Effect of ProbeProbe Distance on the Stability of DNA Hybrids on Surfaces

Abstract

We have used temperature gradient surface plasmon resonance (SPR) measurements to quantitatively evaluate how the stability of different types of hybrids formed with DNA probes on surfaces is affected by probe spacing. SPR sensors with different average surface densities of probes were prepared by coadsorbing probes with lateral spacers strands comprised of phosphorothioated adenine nucleotides (A15*). Increasing the fraction of A15* spacers in the immobilization solution results in larger distances between probes on the sensor, determined here using a combination of SPR and X-ray photoelectron spectroscopy (XPS) measurements. The hybridization activities of probes were simultaneously measured over a temperature range that spanned the denaturation temperature (Tm) of hybrids by applying a spatial temperature gradient across the sensor surface.

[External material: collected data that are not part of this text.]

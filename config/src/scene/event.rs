//! What happens, and when.

use hushwatch_quantity::Span;

use crate::walk::{LENGTH, RATIO, Table};

/// Something that happens at a time.
#[derive(Clone, Debug, PartialEq)]
pub struct Event {
    /// When, plant time since the start.
    pub at: Span,
    /// What.
    pub what: What,
}

/// What happens.
#[derive(Clone, Debug, PartialEq)]
pub enum What {
    /// The choke of a cable is fitted, closed.
    CoresFitted {
        /// The cable's tag.
        cable: String,
    },
    /// The choke of a cable is taken off.
    CoresRemoved {
        /// The cable's tag.
        cable: String,
    },
    /// The clips on a cable open so far.
    ClipOpened {
        /// The cable's tag.
        cable: String,
        /// Air in the core, both gaps together, m.
        gap_m: f64,
    },
    /// A source is louder (or less loud) for a while.
    SourceLouder {
        /// The source's name.
        source: String,
        /// By so much, dB.
        db: f64,
        /// For so long; for ever if not told.
        lasts: Option<Span>,
    },
    /// The receiver answers nothing for a while.
    ReceiverSilent {
        /// For so long.
        lasts: Span,
    },
    /// The receiver is unplugged for a while.
    Unplugged {
        /// For so long.
        lasts: Span,
    },
}

pub(super) fn read(table: &mut Table<'_>, cables: &[&str], sources: &[&str]) -> Option<Event> {
    const KINDS: [(&str, &str); 6] = [
        ("cores-fitted", "cores-fitted"),
        ("cores-removed", "cores-removed"),
        ("clip-opened", "clip-opened"),
        ("source-louder", "source-louder"),
        ("receiver-silent", "receiver-silent"),
        ("unplugged", "unplugged"),
    ];
    let what = table.required("what", "what = \"clip-opened\"").and_then(|value| value.choice(&KINDS))?;
    table.keys(match what {
        "cores-fitted" | "cores-removed" => &["at", "what", "cable"],
        "clip-opened" => &["at", "what", "cable", "gap"],
        "source-louder" => &["at", "what", "source", "by", "lasts"],
        _ => &["at", "what", "lasts"],
    });
    let any = Span::ZERO..=Span::from_days(36_600);
    let at = table.required("at", "at = \"20 days\"").and_then(|value| value.duration(any.clone()));
    let what = match what {
        "source-louder" => {
            let source = read_target(table, "source", "source = \"drive-1\"", sources);
            let db = table.required("by", "by = \"2 dB\"");
            let db = db.and_then(|value| value.quantity_within(&RATIO, -60.0..=60.0));
            let lasts = table.read_if_any("lasts", |value| value.duration(any));
            Some(What::SourceLouder { source: source?, db: db?, lasts: lasts? })
        }
        "receiver-silent" | "unplugged" => {
            let lasts = table.required("lasts", "lasts = \"2 h\"").and_then(|value| value.duration(any))?;
            Some(if what == "unplugged" { What::Unplugged { lasts } } else { What::ReceiverSilent { lasts } })
        }
        of_cable => {
            let cable = read_target(table, "cable", "cable = \"W12\"", cables);
            if of_cable == "clip-opened" {
                let gap = table.required("gap", "gap = \"0.5 mm\"");
                let gap_m = gap.and_then(|value| value.quantity_within(&LENGTH, 0.0..=0.05));
                Some(What::ClipOpened { cable: cable?, gap_m: gap_m? })
            } else if of_cable == "cores-fitted" {
                Some(What::CoresFitted { cable: cable? })
            } else {
                Some(What::CoresRemoved { cable: cable? })
            }
        }
    };
    Some(Event { at: at?, what: what? })
}

fn read_target(table: &Table<'_>, key: &'static str, example: &str, known: &[&str]) -> Option<String> {
    let value = table.required(key, example)?;
    let name = value.name()?;
    if known.contains(&name) {
        return Some(name.to_owned());
    }
    let help = crate::walk::suggestion(name, known.iter().copied());
    value.refuse(format!("no {key} is named `{name}`"), help)
}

The resulting temperature profiles of hybridization activity show how the stability of hybrids increases as either the distance between probes or the ionic strength of the hybridization buffer increase. Additionally, hybridization activity profiles sharpen as the spacing between probes increases, indicating more homogeneous hybridization behavior of probes. The results provide quantitative experimental data for testing theoretical models of stability, supporting models that account for both repulsive interactions between DNA strands and local variability in probe surface density.